We all tend to fall back on traditions — the stuff we’ve always done — when it comes to holidays. Think about Thanksgiving. Your family has that special dish you can’t live without, right? You eat at the same time, with the same people. The comfort in those routines goes well beyond just the comfort food on the table.
But things change, even around holidays like Thanksgiving. It might be modern grocery stores replacing the Fort Pitt Butter Company’s fresh turkeys in the Diamond Market. It might be moving the focus of Black Friday — before it was called “Black Friday” — from our Downtown department stores to suburban shopping malls. And it might be the most unusual of circumstances — a Thanksgiving weekend blizzard — that forced Pittsburgh to alter its holiday routine.
Here are a handful of images from Pittsburgh Thanksgivings past: Our traditions that we still hold dear, and the ones that have changed over the decades. Dig in.
Workin’ for turkey
Players walk off of the muddy football field behind the Fort Pitt Elementary School in Garfield at the end of the 2007 Turkey Bowl, a neighborhood football game played every Thanksgiving. (Darrell Sapp/Post-Gazette)

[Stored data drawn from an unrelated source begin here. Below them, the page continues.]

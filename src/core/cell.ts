/** The four evaluation sets a row can belong to (README, "Splits"). */
export type Split = 'train' | 'train_dev' | 'dev' | 'test';
export const SPLITS: readonly Split[] = ['train', 'train_dev', 'dev', 'test'];

/**
 * One cell: sufficient statistics for the rows sharing one value of every cell column and one split.
 * Every number in the report derives from these; sums are additive across cells and across shards.
 */
export interface Cell {
  /** slice column values, `(missing)` for a missing value; a column absent from a grouping set is `null` */
  readonly key: Readonly<Record<string, string | null>>;
  readonly split: Split;
  /** the training run the rows belong to, when the input has a run column; else null */
  readonly run: string | null;
  /** unweighted row count (exact integer) */
  readonly rows: number;
  /** Σ w */
  readonly weight: number;
  /** Σ w² (for Kish's effective n) */
  readonly weightSq: number;
  /** Σ w · error (error is 0 or 1) */
  readonly errors: number;
  /** Σ w · floor of the row */
  readonly floorSum: number;
  /** which floor-table entry the rows took (-1: the default `--floor`) */
  readonly floorEntry: number;
  /** rows the human estimate of that entry came from; null when the entry gave none (treated as exact) */
  readonly floorN: number | null;
  /** Σ w · labelling cost, over the rows a cost-table entry matched */
  readonly costSum: number;
  /** Σ w over the rows a cost-table entry matched (the others cost --label-cost) */
  readonly costWeight: number;
  /** annotator audit sums (unweighted), when annotator columns are given; else null */
  readonly audit: AuditSums | null;
}

/**
 * Sufficient statistics of an annotator audit over some rows. Counts are unweighted: an audit is a
 * sample of rows, not of the weighted population. "Panel rows" are rows with at least two labels.
 */
export interface AuditSums {
  /** rows with at least one annotator label */
  readonly audited: number;
  /** rows with at least two annotator labels */
  readonly panelRows: number;
  /** Σ over panel rows of the majority vote's error (a tie of k labels, w of them wrong, counts w/k) */
  readonly panelErrors: number;
  /** Σ over panel rows of the row's pairwise agreement P_i = Σ_c n_c(n_c − 1) / (n(n − 1)) */
  readonly agreeSum: number;
  /** per annotator: rows labelled */
  readonly annRows: readonly number[];
  /** per annotator: labels that differ from the row's label */
  readonly annErrors: readonly number[];
  /** per annotator, per class (last index: any other class): labels given on panel rows */
  readonly classCounts: readonly (readonly number[])[];
}

/** A slice column: categorical, or numeric cut into bins labelled by their ranges. */
export interface SliceColumn {
  readonly name: string;
  readonly kind: 'category' | 'binned';
  /** bin edges (ascending, interior edges only) for `binned` columns */
  readonly edges?: readonly number[];
}
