describe('NO_COLOR (color={false})', () => {
  /** Walks through every screen and returns all frames ink wrote. */
  async function session(color: boolean): Promise<readonly string[]> {
    const x = await explorer({ data: fakeExplorerData().data, color, columns: 120, rows: 40 });
    await x.press(' ', 'i', KEY.enter, 'd', KEY.enter, '/', 'r', 'i', KEY.enter, KEY.escape, 'g', KEY.escape, '?', 'x', 'e', KEY.escape, 'h');
    return x.frames;
  }

  it('writes no colour or dim codes; only bold and the inverse cursor remain', async () => {
    const frames = await session(false);
    expect(frames.length).toBeGreaterThan(10);
    const { sgr, other } = escapesIn(frames);
    expect(other).toEqual([]);
    // What the frames contain: 1/22 (bold on/off: the title, table header, flagged marks, prompts) and
    // 7/27 (inverse on/off: the selected row and picker line, the only cursor there is). No foreground
    // colour (30–37, 39, 90–97, 38;…), background (40–49) or dim (2).
    expect([...sgr].sort()).toEqual(['1', '22', '27', '7']);
  });

  it('does write colours with color={true} (so the check above can fail)', async () => {
    const { sgr } = escapesIn(await session(true));
    for (const code of ['31', '33', '35', '2', '39']) expect(sgr.has(code), code).toBe(true); // red bias, yellow variance, magenta mismatch, dim
  });
});

describe('terminal escapes in the data', () => {
  // edits of the fixture: labels, a grouping column, a hint, a file name, picker columns, breakdown
  // values and example ids carrying ESC sequences, a C1 CSI (U+009B) and a right-to-left override
  function hostile(): ReturnType<typeof fakeExplorerData> {
    let report = withLabel(withLabel(reportFixture(), 1, 'S5\u001b[2J'), 2, 'S2\u202eevil');
    report = {
      ...report,
      by: ['sta\u001b[31mtion'],
      source: { ...report.source, inputs: [{ path: 'runs/pre\u001b]52;c;aGk=\u0007ds.csv', bytes: 1, modified: '2024-06-03T09:41:27.000Z' }] },
      slices: report.slices.map((s) => (s.rank === 1 ? { ...s, hints: ['noisy labels\u001b[5m here'] } : s)),
    };
    return fakeExplorerData({
      report,
      columns: ['sta\u001b[31mtion', 'light\u009b2Jing', 'shift\u202e'],
      drillValues: ['d\u001b[2Jay', '\u202enight'],
      examples: [{ id: 'J\u001b[31m1', label: 'good\u202e', pred: 'bridge', score: 0.9 }],
      exportMessage: 'wrote 1 slice',
    });
  }

  it('never lets them reach a frame raw, on any screen', async () => {
    const x = await explorer({ data: hostile().data, title: 'x\u001b[2J.csv', columns: 120, rows: 40 });
    await x.press(KEY.enter); // detail: label, hint, breakdown, examples
    const detail = x.frame();
    await x.press(KEY.enter, 'g', 'j', ' ', KEY.enter); // picker, then regroup by both odd columns
    const regrouped = x.frame();
    await x.press('/', '\u202e', 'x'); // typed into the filter prompt
    const prompt = x.frame();
    const { sgr, other } = escapesIn(x.frames);
    expect(other).toEqual([]);
    expect([...sgr].sort()).toEqual(['1', '22', '27', '7']); // no colour smuggled in (\x1b[31m, \x1b[5m)
    // escaped by sanitize (src/terminal/sanitize.ts) instead
    expect(detail).toContain('S5\\x1b[2J  focus bias'); // withLabel replaces the whole label
    expect(detail).toContain('note: noisy labels\\x1b[5m here');
    expect(detail).toContain('d\\x1b[2Jay');
    expect(detail).toContain('\\u202enight');
    expect(detail).toContain('J\\x1b[31m1');
    expect(detail).toContain('good\\u202e');
    expect(regrouped).toContain('grouped by sta\\x1b[31mtion × light\\x9b2Jing');
    expect(prompt).toContain('/\\u202ex▏');
  });

  it('escapes them in the table, its header and the picker', async () => {
    const x = await explorer({ data: hostile().data, columns: 120, rows: 40 });
    const table = screen(x);
    expect(table[0]).toBe('floorgap pre\\x1b]52;c;aGk=\\x07ds.csv · train 12,000 · train_dev 2,700 · dev 3,000 · test 2,900');
    expect(table[1].startsWith('grouping by sta\\x1b[31mtion · 7 slices')).toBe(true);
    expect(table[3].startsWith('   sta\\x1b[31mtion ')).toBe(true);
    expect(table[4].startsWith(' * S5\\x1b[2J ')).toBe(true);
    expect(table[5].startsWith(' * S2\\u202eevil ')).toBe(true);
    await x.press('g');
    expect(screen(x).slice(4, 7)).toEqual(['  [x] sta\\x1b[31mtion', '  [ ] light\\x9b2Jing', '  [ ] shift\\u202e']);
    expect(escapesIn(x.frames).other).toEqual([]);
  });
});
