/** Types the layers share about cells: a slice column, and the sums of an annotator audit. */

/**
 * Sufficient statistics of an annotator audit over some rows. Counts are unweighted: an audit is a
 * sample of rows, not of the weighted population. "Panel rows" are rows with at least two labels.
 */
export interface AuditSums {
  /** rows with at least one annotator label */
  readonly audited: number;
  /** rows with at least two annotator labels */
  readonly panelRows: number;
  /** Σ over panel rows of the majority vote's error (a tie of k labels, w of them wrong, counts w/k) */
  readonly panelErrors: number;
  /** Σ over panel rows of the row's pairwise agreement P_i = Σ_c n_c(n_c − 1) / (n(n − 1)) */
  readonly agreeSum: number;
  /** per annotator: rows labelled */
  readonly annRows: readonly number[];
  /** per annotator: labels that differ from the row's label */
  readonly annErrors: readonly number[];
  /** per annotator, per class (last index: any other class): labels given on panel rows */
  readonly classCounts: readonly (readonly number[])[];
}

/** A slice column: categorical, or numeric cut into bins labelled by their ranges. */
export interface SliceColumn {
  readonly name: string;
  readonly kind: 'category' | 'binned';
  /** bin edges (ascending, interior edges only) for `binned` columns */
  readonly edges?: readonly number[];
}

Andrea Vargo, West Mifflin, left, and D.J. Kracinovsky, right, get close to the finish line of the 2014 YMCA Turkey Trot. (John Heller/Post-Gazette)
Exercise and Thanksgiving go hand-in-hand for some.
School kids
Dorothy Kennedy traces the hand of Jared Glatz, 5 as they make a paper turkey. Jared and his classmates from Highcliff Elementary School visited Manor Care Nursing and Rehabilitation Center in Ross for a Thanksgiving program. (Robin Rombach/Post-Gazette)
Brittany McNeill,of Homewood, gets creative during a Thanksgiving crafts session for children, where they were pasting together pilgrims and turkeys, at C.C. Mellor Library, Edgewood, in 1997. (Robert J. Pavuchak/Post-Gazette)
Waiting for a special lunch can be frustrating especially when it is a Thanksgiving feast but Gina Bao, 4, of Monroeville was able to pass the time adjusting her indian headband and then making a funny face in 2000. (Post-Gazette)
An elementary-school rite of passage: Getting wound up for the holidays.
A holiday hand
Central Christian Academy students form a chain to unload supplies for an Operation Drumstick Thanksgiving food collection at Washington City Mission in 2003. (Robert J. Pavuchak/Post-Gazette)
Daniel Smaglo, of Baldwin Township, takes sticks of butter out of their one pound boxes for the 1,060 baskets with food for Thanksgiving dinners on the North Side in 2017. (Darrell Sapp/Post-Gazette)
Helping with food drives has been a tradition for as long as people have needed a hand.
Shopaholics unanimous
Downtown shoppers on the day after Thanksgiving in 1974. (Pittsburgh Press)
Nate Murano and Kent Diasabeygunawardena of the North Side load up a 55-inch TV from Best Buy in Ross on Black Friday 2014. (Rebecca Droke/Post-Gazette)
It has a different name and a different focus — suburban malls vs. Downtown stores — but shopping on the day after feasting is by no means a recent development.
Snowy circumstances
The storm forced the postponement of Pitt’s annual game with Penn State. (Pittsburgh Press)
Yes, that’s a Sherman tank freeing a truck from the snow. (Post-Gazette)
The Boulevard of the Allies was deserted on the weekend after the storm. (Pittsburgh Press)
The day after Thanksgiving in 1950 was remarkable not for sales in the department stores, but for the weather — a blizzard swept through and dropped 31 inches of snow, effectively shutting down pretty much everything for several days.